Cleveland should keep an eye on:










Let’s hope Silas is more flexible tonight should certain players struggle and not pull the wrong players from the game. I had the feeling Harris and J-Mac should have been pulled from the game yesterday. While only one game has passed, Sasha looks like he deserves more playing time. It would be nice to see Anderson get a few minutes too. But I will admit Traylor played much better than expected. With that said, let’s hope Gooden does not get benched quickly like he was against the Pacers.


----------



## Kapono2Okafor (Oct 20, 2004)

this is gonna be a thriller!


----------



## futuristxen (Jun 26, 2003)

It's gonna be close, but I think Miami's shooting is going to kill the Cavs.

This game will be decided in two places:
Gooden vs. Haslem
and how well the Cavs defend the 3 point shot.

Some great matchups in this one though.
I'm excited. First Cavs game of the season for me.


----------



## tpb2 (Oct 23, 2003)

First game for me this year too.

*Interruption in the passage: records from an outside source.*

/**
 * Design weight from the route: Breguet range and endurance (breguet.ts), reserve policies
 * (reserves.ts), the closed-form route fuel model (model.ts), the design takeoff mass and its inverses
 * (design.ts), and the payload-range diagram (payloadRange.ts). Sources: Aeronautical Engineer's Data Book ch. 9; 14 CFR 121.639, 121.645, 91.167.
 */
export * from './breguet.js';
export * from './reserves.js';
export * from './model.js';
export * from './design.js';
export * from './payloadRange.js';
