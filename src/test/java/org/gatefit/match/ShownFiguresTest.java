package org.gatefit.match;

import static org.junit.jupiter.api.Assertions.assertEquals;
import static org.junit.jupiter.api.Assertions.assertFalse;
import static org.junit.jupiter.api.Assertions.assertTrue;

import org.junit.jupiter.api.Test;
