package org.gatefit.match;

import java.util.ArrayList;
import java.util.List;
import org.gatefit.physics.Bootstrap;
import org.gatefit.physics.ESeries;
import org.gatefit.physics.GateLoop;
import org.gatefit.physics.GatePower;
import org.gatefit.physics.JunctionTemperature;
import org.gatefit.physics.SwitchingTimes;
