def _read_parquet(path: str | PathLike[str], gauge_map: dict[str, str], loads: tuple[str, ...],
                  codes: tuple[NDArray[np.float64], frozenset[str]]) -> Readings:
    """The same table from a Parquet file: typed columns, no units row, rows numbered from 1."""
    name = Path(path).name
    try:
        import pyarrow.parquet as pq

        frame = pq.read_table(path).to_pandas()
    except ImportError:
        raise ReadingsFormatError(f"{name}: reading Parquet needs pyarrow; pip install pyarrow, "
                                  "or export the readings as CSV") from None
    except (OSError, ValueError) as exc:  # pyarrow's errors derive from these
        raise ReadingsFormatError(f"{name}: cannot read it as Parquet ({str(exc)[:120]}); "
                                  "export the readings again") from None
    header = [str(c) for c in frame.columns]
    columns, problems = _columns(header, gauge_map, loads, name)
    _raise(problems, name)
    if not len(frame):
        raise ReadingsFormatError(f"{name}: no data rows; expected one per step")
    used = sorted(set(columns.values()))
    cells = frame.iloc[:, used]
    cells.columns = used
    lines = np.arange(1, len(frame) + 1, dtype=np.int64)  # "line k": the k-th row of the table
    return _readings(path, cells, header, columns, lines, False, codes, gauge_map, loads,
                     dict.fromkeys(loads, ""))


# a number that groups thousands with dots beside a decimal comma ("1.512,2", "12.345"): ambiguous
_GROUPED = re.compile(r"'-?\d{1,3}(?:\.\d{3})+(?:,\d*)?'")


def _raise(problems: list[str], name: str) -> None:
    grouped = [(p, m.group(0)) for p in problems if (m := _GROUPED.search(p))]
    if grouped:
        where = re.search(r" line \d+", grouped[0][0])
        raise ReadingsFormatError(
            f"{name}{where.group(0) if where else ''}: numbers such as {grouped[0][1]} group "
            "thousands with '.' beside decimal "
            f"commas ({len(grouped)} cell(s) in the file); the tool does not guess which is "
            "meant: export the log without thousands separators")
    problems = _by_row(problems)
    if problems:
        more = len(problems) - _MAX_PROBLEMS
        tail = [f"{name}: ... and {more} more problems like these"] if more > 0 else []
        raise ReadingsFormatError(*problems[:_MAX_PROBLEMS], *tail)


_CELL = re.compile(r"^(?P<where>.* line \d+), column (?P<column>[^:]*): (?P<what>.*)$")
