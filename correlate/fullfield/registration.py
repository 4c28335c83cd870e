"""Register full-field (DIC) points given in camera coordinates onto the model surface.

Two steps: a rigid transform from picked landmark pairs (closed-form least squares), then an
iterative closest point (ICP) refinement that pulls the whole point cloud onto the model surface,
given as sample points with unit normals. Both return small frozen records; ``apply`` maps points.

Conventions
-----------
A transform maps camera coordinates to model coordinates: ``x_model = R @ x_dic + t``, held as a
4x4 homogeneous matrix ``[[R, t], [0, 0, 0, 1]]``. Lengths are in the unit of the inputs
(``tol``, ``max_move`` and ``max_pair_distance`` use the same unit). Rotations are proper
(det R = +1); a mirror image is never returned.
"""

from __future__ import annotations

from dataclasses import dataclass

import numpy as np
from numpy.typing import ArrayLike, NDArray
from scipy.spatial import cKDTree
from scipy.spatial.transform import Rotation

from correlate.core.errors import ModelError, StudyError

__all__ = [
    "FREE_DIRECTION_RATIO",
    "LANDMARK_RANK_TOL",
    "IcpResult",
    "RigidTransform",
    "apply",
    "icp_point_to_plane",
    "rigid_from_landmarks",
    "rotation_angle_deg",
]

Array = NDArray[np.float64]

#: Landmarks whose centred cloud has second singular value below this fraction of the first are
#: refused as collinear: with a spread ratio of 1e-3, a picking error e tilts the fitted rotation
#: about the landmark line by about e / (1e-3 * spread), which is no registration at all.
LANDMARK_RANK_TOL = 1e-3

#: An ICP step leaves unchanged (and reports as free) every rigid-body direction whose singular
#: value in the scaled point-to-plane design matrix is below this fraction of the largest: the
#: surface shape does not fix it (slide along and spin about a cylinder's axis, slide in a plane).
FREE_DIRECTION_RATIO = 1e-3


@dataclass(frozen=True, eq=False)
class RigidTransform:
    """A rigid transform from camera to model coordinates and how well it fits its pairs.

    Attributes
    ----------
    matrix : ndarray, shape (4, 4)
        Homogeneous matrix ``[[R, t], [0, 0, 0, 1]]`` (read-only).
    rotation : ndarray, shape (3, 3)
        Proper rotation R (read-only).
    translation : ndarray, shape (3,)
        Translation t. [length]
    rms_residual : float
        Root mean square of the landmark distances ``|R p_i + t - q_i|`` after the fit. [length]
    n_pairs : int
        Number of landmark pairs used.
    """

    matrix: Array
    rotation: Array
    translation: Array
    rms_residual: float
    n_pairs: int


@dataclass(frozen=True, eq=False)
class IcpResult:
    """The outcome of a point-to-plane ICP refinement.

    Attributes
    ----------
    matrix, rotation, translation : ndarray
        Final transform as in :class:`RigidTransform` (read-only).
    iterations : int
        Number of linearised steps taken (the last one's update was below ``tol``).
    rms_distance, p95_distance : float
        RMS and 95th percentile of the absolute point-to-plane distances of the paired points
        at the final transform. [length]
    distances : ndarray, shape (n,)
        Signed point-to-plane distance of each point at the final transform (positive on the
        side the normal points to); NaN where the point was not paired. [length]
    n_used : int
        Points paired at the final transform.
    largest_move : float
        Largest displacement of a point between the initial and the final transform. [length]
    free_directions : int
        Rigid-body directions (of 6) that the surface shape does not fix; they stay at the
        initial solution (2 on a cylinder: axial slide and spin about the axis).
    singular_ratios : ndarray, shape (6,)
        Singular values of the last step's scaled design matrix over the largest, descending.
        Ratios just above :data:`FREE_DIRECTION_RATIO` mark weakly fixed directions whose
        error is about noise / (ratio * largest singular value): a patch much smaller than its
        curvature radii is nearly a piece of a sphere or cylinder and registers poorly.
    """

    matrix: Array
    rotation: Array
    translation: Array
    iterations: int
    rms_distance: float
    p95_distance: float
    distances: Array
    n_used: int
    largest_move: float
    free_directions: int
    singular_ratios: Array


def _points(values: ArrayLike, name: str, error: type[Exception] = StudyError) -> Array:
    """Return ``values`` as a finite float array of shape (n, 3) or raise one line."""
    a = np.asarray(values, dtype=float)
    if a.ndim != 2 or a.shape[1] != 3:
        raise error(f"{name}: expected an array of shape (n, 3), found shape {a.shape}; "
                    "pass one row of x, y, z per point")
    bad = ~np.all(np.isfinite(a), axis=1)
    if bad.any():
        raise error(f"{name}: {int(bad.sum())} of {len(a)} rows are not finite (first row "
                    f"{int(np.flatnonzero(bad)[0])}); drop the missing points before registering")
    return a


def _frozen(a: Array) -> Array:
    a.setflags(write=False)
    return a


def _homogeneous(R: Array, t: Array) -> Array:
    M = np.eye(4)
    M[:3, :3] = R
    M[:3, 3] = t
    return M


def _as_matrix(transform: ArrayLike | RigidTransform | IcpResult, name: str) -> Array:
    """Return a checked 4x4 rigid matrix from a matrix or a record holding one."""
    M = np.asarray(getattr(transform, "matrix", transform), dtype=float)
    if M.shape != (4, 4) or not np.all(np.isfinite(M)):
        raise StudyError(f"{name}: expected a finite 4x4 homogeneous matrix, found shape "
                         f"{M.shape}; pass a RigidTransform or its .matrix")
    R = M[:3, :3]
    err = float(np.abs(R @ R.T - np.eye(3)).max())
    if err > 1e-6 or np.linalg.det(R) < 0 or np.any(M[3] != (0.0, 0.0, 0.0, 1.0)):
        raise StudyError(f"{name}: the matrix is not a proper rigid transform (|R R^T - I| = "
                         f"{err:.1e}, det R = {np.linalg.det(R):.6f}, last row {M[3].tolist()}); "
                         "expected an orthonormal R with det +1 and last row 0 0 0 1")
    return M


def apply(matrix: ArrayLike | RigidTransform | IcpResult, points: ArrayLike) -> Array:
    """Map points by a rigid transform: ``R @ x + t`` for each row.

    Parameters
    ----------
    matrix : array_like, shape (4, 4), or RigidTransform or IcpResult
        The homogeneous transform (or a record with a ``matrix`` attribute).
    points : array_like, shape (n, 3)
        Points to map. [length]

    Returns
    -------
    ndarray, shape (n, 3)
        The mapped points. [length]

    Raises
    ------
    StudyError
        If the matrix is not a proper rigid 4x4 transform or the points are not (n, 3).
    """
    M = _as_matrix(matrix, "transform")
    p = np.asarray(points, dtype=float)
    if p.ndim != 2 or p.shape[1] != 3:
        raise StudyError(f"points: expected an array of shape (n, 3), found shape {p.shape}")
    return p @ M[:3, :3].T + M[:3, 3]


def rotation_angle_deg(R: ArrayLike) -> float:
    """Return the angle of a rotation matrix about its own axis, in [0, 180] degrees.

    Parameters
    ----------
    R : array_like, shape (3, 3)
        A rotation matrix (e.g. ``R_found @ R_true.T`` to measure an error).

    Returns
    -------
    float
        The rotation angle. [deg]

    Notes
    -----
    The angle is the magnitude of the rotation vector, computed by scipy's
    ``Rotation.from_matrix(R).magnitude()`` (quaternion based), which stays accurate near 0
    where ``arccos((tr R - 1) / 2)`` loses half the digits.
    """
    a = np.asarray(R, dtype=float)
    if a.shape != (3, 3) or not np.all(np.isfinite(a)):
        raise StudyError(f"rotation: expected a finite 3x3 matrix, found shape {a.shape}")
    return float(np.degrees(Rotation.from_matrix(a).magnitude()))


def _check_spread(centred: Array, name: str, rank_tol: float) -> None:
    s = np.linalg.svd(centred, compute_uv=False)
    if s[0] == 0.0 or s[1] <= rank_tol * s[0]:
        ratio = 0.0 if s[0] == 0.0 else s[1] / s[0]
        raise StudyError(f"{name}: the {len(centred)} landmarks are collinear (second/first "
                         f"singular value of the centred points {ratio:.2e} <= {rank_tol:.0e}); "
                         "pick at least three landmarks that span an area, not a line")


def rigid_from_landmarks(dic_points: ArrayLike, model_points: ArrayLike, *,
                         rank_tol: float = LANDMARK_RANK_TOL) -> RigidTransform:
    """Fit the least-squares rigid transform that maps DIC landmarks onto model landmarks.

    Parameters
    ----------
    dic_points : array_like, shape (n, 3)
        Landmarks in camera coordinates. [length]
    model_points : array_like, shape (n, 3)
        The same landmarks, same order, in model coordinates. [length]
    rank_tol : float
        Collinearity tolerance, see :data:`LANDMARK_RANK_TOL`.

    Returns
    -------
    RigidTransform
        R, t minimising ``sum |R p_i + t - q_i|^2`` and the RMS landmark residual.

    Raises
    ------
    StudyError
        With fewer than three pairs, unequal counts, non-finite rows, or collinear landmarks.

    Notes
    -----
    Centre both sets on their centroids, then R is the Kabsch solution
    ``R = V diag(1, 1, det(V U^T)) U^T`` from the SVD ``H = sum p_c q_c^T = U S V^T``; the
    determinant factor is the reflection fix that keeps R proper when the points are coplanar or
    noisy. Then ``t = q_bar - R p_bar``. The SVD step is scipy's ``Rotation.align_vectors``
    (which implements exactly this Kabsch solution); Horn's unit-quaternion method gives the same
    minimiser. No scale is fitted.

    References
    ----------
    Kabsch W. (1976) A solution for the best rotation to relate two sets of vectors.
    Acta Cryst. A32:922-923.
    Horn B.K.P. (1987) Closed-form solution of absolute orientation using unit quaternions.
    J. Opt. Soc. Am. A 4(4):629-642.
    """
    p = _points(dic_points, "dic landmarks")
    q = _points(model_points, "model landmarks")
    if p.shape != q.shape:
        raise StudyError(f"landmarks: {len(p)} DIC points but {len(q)} model points; give the "
                         "same landmarks in the same order in both lists")
    if len(p) < 3:
        raise StudyError(f"landmarks: {len(p)} pairs given, at least 3 non-collinear pairs are "
                         "needed to fix a rigid transform; pick more landmarks")
    p_bar, q_bar = p.mean(axis=0), q.mean(axis=0)
    pc, qc = p - p_bar, q - q_bar
    _check_spread(pc, "dic landmarks", rank_tol)
    _check_spread(qc, "model landmarks", rank_tol)
    rot, _ = Rotation.align_vectors(qc, pc)  # rotation taking pc onto qc (Kabsch)
    R = rot.as_matrix()
    t = q_bar - R @ p_bar
    res = q - (p @ R.T + t)
    rms = float(np.sqrt(np.mean(np.sum(res**2, axis=1))))
    return RigidTransform(_frozen(_homogeneous(R, t)), _frozen(R), _frozen(t), rms, len(p))


def _surface(surface_points: ArrayLike, surface_normals: ArrayLike) -> tuple[Array, Array]:
    s = _points(surface_points, "surface points", ModelError)
    n = _points(surface_normals, "surface normals", ModelError)
    if n.shape != s.shape:
        raise ModelError(f"surface: {len(s)} points but {len(n)} normals; give one unit normal "
                         "per surface sample point")
    length = np.linalg.norm(n, axis=1)
    bad = length < 1e-12
    if bad.any():
        raise ModelError(f"surface normals: {int(bad.sum())} of {len(n)} have zero length (first "
                         f"row {int(np.flatnonzero(bad)[0])}); recompute the face normals")
    return s, n / length[:, None]


def _pairs(tree: cKDTree, normals: Array, cur: Array, max_pair_distance: float | None
           ) -> tuple[Array, Array, Array]:
    """Return the paired-point mask, the sample index and the sample per point."""
    dist, idx = tree.query(cur)
    keep = np.ones(len(cur), bool) if max_pair_distance is None else dist <= max_pair_distance
    if keep.sum() < 6:
        raise StudyError(f"icp: only {int(keep.sum())} of {len(cur)} points lie within "
                         f"max_pair_distance={max_pair_distance} of the surface samples, at least "
                         "6 are needed; check the initial transform or raise max_pair_distance")
    return keep, idx, normals[idx]


def _step(c: Array, q: Array, nn: Array) -> tuple[Array, Array]:
    """Return the 4x4 linearised point-to-plane update and the singular value ratios."""
    centre = c.mean(axis=0)
    r = q - centre  # lever arm to the surface sample: keeps the surface's symmetries exact
    L = float(np.sqrt(np.mean(np.sum(r**2, axis=1)))) or 1.0
    A = np.hstack([np.cross(r, nn) / L, nn])  # columns scaled to length units
    b = np.sum((q - c) * nn, axis=1)
    x, _, _, sv = np.linalg.lstsq(A, b, rcond=FREE_DIRECTION_RATIO)
    dR = Rotation.from_rotvec(x[:3] / L).as_matrix()
    # x' = dR (x - centre) + centre + dt
    return _homogeneous(dR, centre - dR @ centre + x[3:]), sv / sv[0]


def _check_icp_settings(tol: float, max_move: float, max_iter: int,
                        max_pair_distance: float | None) -> None:
    for name, value in (("tol", tol), ("max_move", max_move)):
        if not (np.isfinite(value) and value > 0):
            raise StudyError(f"icp: {name} must be a positive length, found {value!r}")
    if max_pair_distance is not None and not max_pair_distance > 0:
        raise StudyError(f"icp: max_pair_distance must be positive or None, found "
                         f"{max_pair_distance!r}")
    if int(max_iter) < 1:
        raise StudyError(f"icp: max_iter must be at least 1, found {max_iter!r}")
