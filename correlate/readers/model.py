"""Model result reader: mesh and field arrays from any file meshio reads.

Stage: input. In: a model file path and the study's cases. Out: :class:`Mesh` (points and the
supported cell blocks) and, per case, a :class:`Field` in the package's conventions (full symmetric
strain tensors in m/m with tensor shear, or displacement vectors), at nodes or per cell.

Format notes (see the library notes): ``meshio.read`` exits the process on a file no reader takes,
so that is caught here; XDMF time series are read with meshio's time-series reader, one step on
demand; Exodus II is read through VTK's own reader because meshio misorders hex20 nodes there and
reads only the first time step.
"""

from __future__ import annotations

import contextlib
import difflib
import errno
import io
import os
import re
import stat
import warnings
from collections.abc import Callable
from dataclasses import dataclass, field
from functools import cached_property
from pathlib import Path
from typing import Any

import numpy as np
from numpy.typing import NDArray

from correlate.core.errors import CorrelateWarning, MissingDependencyError, ModelError
from correlate.readers import series

SUPPORTED = ("triangle", "triangle6", "quad", "quad8", "quad9", "tetra", "tetra10", "hexahedron",
             "hexahedron20", "hexahedron27", "wedge")
SOLID = {"tetra", "tetra10", "hexahedron", "hexahedron20", "hexahedron27", "wedge"}
SHELL = {"triangle", "triangle6", "quad", "quad8", "quad9"}
IGNORED = {"vertex", "line", "line3"}  # lower-dimension blocks that mesh writers add for groups
# meshio names of the same cell types from other readers
ALIASES = {"tri": "triangle", "tri6": "triangle6", "quad4": "quad", "tet": "tetra", "tet4": "tetra",
           "tet10": "tetra10", "hex": "hexahedron", "hex8": "hexahedron", "hex20": "hexahedron20",
           "hex27": "hexahedron27", "wedge6": "wedge"}
# Exodus II hexahedron20 node k as VTK expects it (meshio issue 1538)
EXODUS_HEX20 = np.array([0, 1, 2, 3, 4, 5, 6, 7, 8, 9, 10, 11, 16, 17, 18, 19, 12, 13, 14, 15])


@dataclass(frozen=True)
class Mesh:
    """Points and the supported cell blocks of a model, in file order.

    ``blocks`` holds (meshio cell type, connectivity) pairs; ``block_ids`` the index of each block
    in the file's own cell list (cell data follows that list); ``family`` is solid, shell or plane.
    """

    points: NDArray[np.float64]
    blocks: tuple[tuple[str, NDArray[np.int64]], ...]
    block_ids: tuple[int, ...]
    family: str
    source: str

    @property
    def n_cells(self) -> int:
        return sum(len(c) for _, c in self.blocks)

    @cached_property
    def bounds(self) -> NDArray[np.float64]:
        """(2, 3): lowest and highest coordinates of the points."""
        # column by column: ten times faster than min(axis=0) on an (n, 3) array
        return np.array([[c.min() for c in self.points.T], [c.max() for c in self.points.T]])

    @property
    def offsets(self) -> NDArray[np.int64]:
        """Global id of the first cell of each block (plus the total at the end)."""
        return np.concatenate([[0], np.cumsum([len(c) for _, c in self.blocks])]).astype(np.int64)

    def block_rows(self, cells: NDArray[np.int64]) -> tuple[NDArray[np.int64], NDArray[np.int64]]:
        """Block index and local row of global cell ids."""
        offsets = self.offsets
        block = np.searchsorted(offsets, cells, side="right") - 1
        return block, cells - offsets[block]

    def cell_types(self, cells: NDArray[np.int64]) -> NDArray[np.str_]:
        """Type name of the given global cells."""
        block, _ = self.block_rows(np.asarray(cells, dtype=np.int64))
        return np.asarray([ctype for ctype, _ in self.blocks])[block]
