def main() -> None:
    parser = argparse.ArgumentParser(description=__doc__.splitlines()[0])
    parser.add_argument("--scale", type=float, default=0.1, help="cells = 300,000 x scale")
    parser.add_argument("--variants", type=int, default=16)
    parser.add_argument("--other-meshes", type=int, default=0,
                        help="also sweep this many variants each on a slightly different mesh")
    parser.add_argument("--other-arrays", action="store_true",
                        help="variant files hold 11 arrays the study does not use beside its one")
    parser.add_argument("--repeats", type=int, default=3,
                        help="alternating pairs of 1- and 2-worker sweeps for the throughput")
    parser.add_argument("--no-serial", action="store_true",
                        help="skip the baseline of one `correlate run` per variant")
    args = parser.parse_args()
    rng = np.random.default_rng(16)
    scratch = Path(tempfile.mkdtemp(prefix="correlate-sweep-bench-"))
    try:
        cells = int(300_000 * args.scale)
        sweep = build(scratch, cells, args.variants, rng, args.other_arrays)
        n = args.variants
        size = (scratch / "v000.vtu").stat().st_size / 1e6
        read, read_named = floor(scratch, n)
        in_worker = worker_floor(scratch, n)
        # throughput: 1 and 2 workers alternately, unwatched; the median run of each
        pairs = [(timed_sweep(sweep, scratch / "out1", 1, watch=False),
                  timed_sweep(sweep, scratch / "out2", 2, watch=False))
                 for _ in range(args.repeats)]
        ratios = [a[1] / b[1] for a, b in pairs]
        one = min((a for a, _ in pairs), key=lambda r: abs(r[1] - statistics.median(
            x[1] for x, _ in pairs)))
        two = min((b for _, b in pairs), key=lambda r: abs(r[1] - statistics.median(
            y[1] for _, y in pairs)))
        peaks = (timed_sweep(sweep, scratch / "out1", 1)[2],
                 timed_sweep(sweep, scratch / "out2", 2)[2])
        plain = plain_processes(scratch, n)
        memory = worker_memory(scratch, min(n, 16))
        other = None
        if args.other_meshes:
            other_sweep = build_other_meshes(scratch, cells, args.other_meshes)
            other = timed_sweep(other_sweep, scratch / "out3", 1)
            direct = in_process(scratch, ["sweep.toml", "other_meshes.toml"])
            table = pd.read_csv(scratch / "out3" / "variants.csv", keep_default_na=False)
            failed = int((table["failure"] != "").sum())
            if failed:
                raise RuntimeError(f"{failed} variants on other meshes failed: "
                                   f"{table['failure'].iloc[0]}")
        serial = float("nan") if args.no_serial else serial_runs(scratch, n)
        boot = start_up()
        print(f"sweep benchmark: {cells} cells requested, {n} variants on one mesh, "
              f"{size:.1f} MB per variant file; process start-up {boot:.2f} s")
        print(f"machine: {os.cpu_count()} cores, shared with other developers (load average "
              f"{os.getloadavg()[0]:.2f} at the end)")
        print(f"{'what':58s} {'seconds':>9s}")
        rows = [
            ("floor: meshio read of one variant file (median)", read),
            ("floor: geometry + the study's array, partial reader (median)", read_named),
            ("the same partial read in a worker process of a local cluster", in_worker),
            ("sweep, 1 worker: whole command", one[0]),
            ("sweep, 1 worker: correlating the variants", one[1]),
            ("sweep, 2 workers: whole command", two[0]),
            ("sweep, 2 workers: correlating the variants", two[1]),
            (f"baseline: {n} x correlate run --no-report, one after another", serial),
        ]
        for what, value in rows:
            print(f"{what:58s} {value:9.2f}")
        print(f"throughput 2 workers / 1 worker (correlating stage, {args.repeats} alternating "
              f"pairs of runs): median {statistics.median(ratios):.2f} x, each "
              f"{', '.join(f'{r:.2f}' for r in ratios)}")
        print(f"the same tasks in plain processes (no Dask): {plain[0] / n:.3f} s per variant "
              f"in 1, {plain[1] / n:.3f} s in 2: throughput {plain[0] / plain[1]:.2f} x")
        print(f"cost per variant, 1 worker: {one[1] / n:.3f} s = {one[1] / n / read:.2f} x "
              f"meshio's read of its file, {one[1] / n / read_named:.2f} x the partial read, "
              f"{one[1] / n / in_worker:.2f} x the partial read in a worker")
        print(f"peak memory of one worker: {peaks[0]:.0f} MB (1 worker), {peaks[1]:.0f} MB "
              "(2 workers; runs of their own, watched)")
        target = memory["arrays"] + memory["operator"] + 200.0
        print(f"one worker sampled every ms over {min(n, 16)} variants: peak resident "
              f"{memory['rss']:.0f} MB, peak private (resident less file-backed) "
              f"{memory['private']:.0f} MB, file-backed at the end {memory['shared_at_end']:.0f} MB "
              f"(libraries' code and data, shared by the workers of a machine); target: one "
              f"variant's arrays {memory['arrays']:.1f} MB + the operator "
              f"{memory['operator']:.1f} MB + 200 MB = {target:.0f} MB")
        print(f"sweep with 2 workers against the baseline: {serial / two[0]:.2f} x faster")
        if other is not None:
            m = args.other_meshes
            print(f"{m} variants each on its own mesh, 1 worker: whole command {other[0]:.2f} s, "
                  f"correlating the variants {other[1]:.2f} s = {other[1] / m:.3f} s per variant "
                  f"(gauges located per variant) against {one[1] / n:.3f} s on the same mesh; "
                  f"peak memory of the worker {other[2]:.0f} MB")
            print(f"one variant's task in this process (median of 4, no cluster): same mesh "
                  f"{direct[0]:.3f} s, own mesh {direct[1]:.3f} s (gauges located anew)")
    finally:
        shutil.rmtree(scratch, ignore_errors=True)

Missed yesterday and pre-season wasn't available.


----------



## Drewbs (Feb 16, 2004)

Refs love the heat.


----------



## futuristxen (Jun 26, 2003)

still not doing a great job of running the offense through James.


----------



## futuristxen (Jun 26, 2003)

haha damn. nice post move Lebron.


----------



## Nevus (Jun 3, 2003)

> Originally posted by <b>futuristxen</b>!
> haha damn. nice post move Lebron.


I just came here to post that... I have never seen him do THAT before. 

If you didn't see it, it was a spin into a left-handed finger roll. That's a damn nice post move!


----------



## remy23 (Aug 15, 2002)

End of 1st

Cavs - 23
Heat - 27

James looks nice. While he hit that fading jumper, I hope he doesn't "settle" later on in the game. Gooden is still trying to find himself. But perhaps shooting jumpers a little too much (last game and early here).


----------



## SamTheMan67 (Jan 4, 2004)

woot brazilian love !!


----------



## futuristxen (Jun 26, 2003)

ANDERSON!!!!

I love this kid. He's bigger than I remembered. Maybe he is the center of the future?


----------



## SamTheMan67 (Jan 4, 2004)

he needs A LOT more mass haha he looks like a sf.. man brons shot has been lookin nice lately .. real smoothe


----------



## futuristxen (Jun 26, 2003)

haha they voted to just call him Anderson.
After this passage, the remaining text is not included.